Formulation 1m was discontinued due to skin toxicity in nude mice. This toxicity could be caused by following two reasons: (1) ulceration caused by DTX and (2) tumor growth leading to tenderness of the skin which is prone to damage. However, no such toxicity has been reported on in vivo evaluation of stent formulation in small animals (1012) with other drugs. As for formulation 2m and blank formulation, studies were continued for 12 days. By the end of this period, all the formulations and the control groups had no significant difference in the tumor volume and weight. Formulation 2m, however, exhibited relatively greater control on tumor growth which is explained in detail as follows. With mouse weight between 16–20 g in the 5-mg/kg IV group would receive 80–100 μg of DTX. Formulation 2m loading (94.82 ± 24.22 μg) is comparable to IV dose but is released over a longer duration. So, there was a modest benefit of localized formulation over IV formulation. In this study, toxicity of the formulation was not scrutinized extensively but it can be expected that localized formulation will have lower systemic toxicity as compared to IV formulation.

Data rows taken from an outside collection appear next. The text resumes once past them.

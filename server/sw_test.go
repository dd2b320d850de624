package server

import (
	"encoding/json"
	"regexp"
	"slices"
	"strings"
	"testing"
	"testing/fstest"

	"tripwell/static"
)

func TestWorker_LaysInEveryFileTheClientAsksForAndNoOther(t *testing.T) {
	s, err := New(nil, Options{})
	if err != nil {
		t.Fatal(err)
	}
	rec := get200(t, s.Handler(), "/sw.js")
	if got := rec.Header().Get("Cache-Control"); got != "no-cache" {
		t.Errorf("got Cache-Control %q, want no-cache: a kept worker would keep a phone on an old version", got)
	}
	if got := rec.Header().Get("Content-Type"); !strings.HasPrefix(got, "text/javascript") {
		t.Errorf("got type %q, want text/javascript", got)
	}
	m := regexp.MustCompile(`^const BUILD = (.*);\n`).FindStringSubmatch(rec.Body.String())
	if m == nil {
		t.Fatal("the script does not begin with its build")
	}
	var build workerBuild
	if err := json.Unmarshal([]byte(m[1]), &build); err != nil {
		t.Fatal(err)
	}
	laidIn := map[string]bool{}
	for _, f := range append(build.Files, build.Words["en"], build.Words["es"]) {
		laidIn[f[0].(string)] = true
	}
	for _, f := range build.Alone {
		laidIn[f[0]] = true
	}
	shell := get200(t, s.Handler(), "/field").Body.String()
	byBrowser := map[string]bool{"field.webmanifest": true, "icons/mark-180.png": true} // read when it is installed, with a line
	for _, asked := range regexp.MustCompile(`/assets/[0-9a-f]{16}/([^"]+)"`).FindAllStringSubmatch(shell, -1) {
		if !laidIn[asked[1]] && !byBrowser[asked[1]] {
			t.Errorf("the page asks for %s, which is not laid in", asked[1])
		}
	}
	for _, name := range []string{"field.mjs", "vendor/idb.mjs", "words/phone-en.json", "words/phone-es.json", "vendor/qr-decode.mjs", "icons/mark.svg"} {
		if !laidIn[name] {
			t.Errorf("%s is not laid in", name)
		}
	}
	for _, name := range []string{"style.css", "words/en.json"} {
		if laidIn[name] {
			t.Errorf("%s of the office pages is laid in on phones", name)
		}
	}
}

// shellBudget bounds what comes over the line until a phone has the client: page, worker and the pack of one language, as
// they are sent, without the decoder of codes that only some browsers need.
const shellBudget = 120_000

func TestShell_FitsItsBudgetInEveryLanguage(t *testing.T) {
	s, err := New(nil, Options{})
	must(t, err)
	sh, err := s.assets.shell()
	must(t, err)
	for _, lang := range static.Languages {
		sum := 0
		first := s.assets.root()
		for _, address := range []string{"/field", first + "boot.mjs", first + "tokens.css", first + "field.css", first + "icons/mark.svg", "/sw.js", first + packName(lang)} {
			body := get200(t, s.Handler(), address, "Accept-Encoding", "gzip").Body
			size := body.Len()
			t.Logf("%s: %-40s %6d bytes", lang, address, size)
			sum += size
		}
		t.Logf("%s: %d parts, %d bytes in all", lang, len(sh.parts)+1, sum)
		if sum > shellBudget {
			t.Errorf("%s: the client comes as %d bytes, more than %d", lang, sum, shellBudget)
		}
	}
}

func TestShell_APackHoldsItsPartsInTheirOrder(t *testing.T) {
	s, err := New(nil, Options{})
	must(t, err)
	sh, err := s.assets.shell()
	must(t, err)
	for _, lang := range static.Languages {
		rest := get200(t, s.Handler(), s.assets.root()+packName(lang)).Body.Bytes()
		if got := wholeOf(packName(lang), rest); got != sh.sums[lang] {
			t.Errorf("got %v, want what the worker holds it to, %v", got, sh.sums[lang])
		}
		for _, p := range append(slices.Clone(sh.parts), sh.words[lang]) {
			name, size := p[0].(string), p[1].(int)
			if string(rest[:size]) != string(s.assets.files[name].plain) {
				t.Fatalf("%s: %s does not stand where the worker cuts it out", lang, name)
			}
			rest = rest[size:]
		}
		if len(rest) != 0 {
			t.Errorf("%s: %d bytes behind the last part", lang, len(rest))
		}
	}
}

// The Spanish words of a phone stand over the English ones; no office section travels.
func TestShell_WordsOfAPhone(t *testing.T) {
	raw, err := static.PhoneWords(fstest.MapFS{
		"words/en.json": {Data: []byte(`{"field":{"a":"one <b>","c":{"one":"{n} day","other":"{n} days"}},"office":{"d":"no"}}`)},
		"words/es.json": {Data: []byte(`{"field":{"c":{"one":"{n} día","other":"{n} días"},"gone":"x"}}`)},
	}, "es")
	must(t, err)
	if got, want := strings.TrimSpace(string(raw)), `{"field":{"a":"one <b>","c":{"one":"{n} día","other":"{n} días"}}}`; got != want {
		t.Errorf("got %s, want %s", got, want)
	}
}

func TestWorker_ItsBytesChangeWithAnyFile(t *testing.T) {
	s, err := New(nil, Options{})
	if err != nil {
		t.Fatal(err)
	}
	one, err := s.worker([]byte("page"))
	if err != nil {
		t.Fatal(err)
	}
	same, _ := s.worker([]byte("page"))
	other, _ := s.worker([]byte("page of another build"))
	if one != same || one == other {
		t.Error("the worker must be the same for the same build and another for another page")
	}
}

func TestAssets_WhatFilesAskForIsFollowedToTheEnd(t *testing.T) {
	a, err := readAssets(fstest.MapFS{
		"a.mjs":         {Data: []byte(`import { b } from "./in/b.mjs"; const later = () => import("./c.mjs");`)},
		"in/b.mjs":      {Data: []byte(`export * from "../d.mjs"; new URL("./e.json", import.meta.url);`)},
		"c.mjs":         {Data: []byte(``)},
		"d.mjs":         {Data: []byte(`import "./a.mjs";`)},
		"in/e.json":     {Data: []byte(`{}`)},
		"unasked.mjs":   {Data: []byte(``)},
		"f.webmanifest": {Data: []byte(`{"icons": [{ "src": "./g.svg" }]}`)},
		"g.svg":         {Data: []byte(`<svg/>`)},
	})
	if err != nil {
		t.Fatal(err)
	}
	got, err := a.needed("a.mjs", "f.webmanifest")
	if want := "a.mjs c.mjs d.mjs f.webmanifest g.svg in/b.mjs in/e.json"; err != nil || strings.Join(got, " ") != want {
		t.Errorf("got %v %v, want %s", got, err, want)
	}
	if _, err := a.needed("no.mjs"); err == nil {
		t.Error("a file that is not there passed")
	}
}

Drug-eluting non-vascular stents have remained elusive for various organs even after tremendous development in the vascular stents (13). This article deals with the development of the formulation and its evaluation for the advance stage esophageal cancer as a palliation option. Although results obtained from this study are not very encouraging, it raises several questions which need to be addressed in order to develop esophageal drug-eluting stent. First and foremost is what amount of DTX is required for formulation effectiveness? And second, which model should be used for the in vivo formulation evaluation? These two questions are interrelated since a suitable dose can only be selected on the basis of a robust in vivo disease model. Small animal (rodent) models are convenient but a relevant animal model is necessary in the future. Healthy rabbit and pig models (14,15) have been used for esophageal stent evaluation but complex relationship between stent reocclusion and stent migration (displacement from the place of insertion) warrants for development of a diseased model for stent evaluation. This aspect is complicated because a high dose of drug can reduce tumor size but potentially can aggravate stent migration. Another important issue raised by this study is the toxicity of DTX. As explained earlier, DTX has insignificant skin reactions on IV administration. Also, paclitaxel (same chemical class as that of DTX) has been evaluated in preclinical (1619) as well as clinical studies (2022) for stent development, but all the reports indicate manageable side effects like inflammation, fibrosis, etc. One way forward for DTX use would be to combine it with a drug having a complementary mode of action and non-overlapping toxicity; this will reduce the dose as well as increase efficacy. For example, capacitabine (prodrug of 5-fluorouracil) (23) and cisplatin (24) can be combined with DTX for improved safety and efficacy.

CONCLUSION

From the above investigation, it can be concluded that formulations show marginal activity at the loading levels studied in the OE-19 and OE-21 EC cell lines. It was also found that DTX was relatively non-toxic to the normal cell line, Het-1A compared to OE-19 and OE-21 cell line. In vivo, localized DTX formulation performed fairly as compared to IV dosing but the effect of IV formulation was not significantly different from the blank formulation. However, to improve the outcome of DTX formulation, combination with a drug causing apoptosis by an alternate mechanism and non-overlapping toxicity is recommended.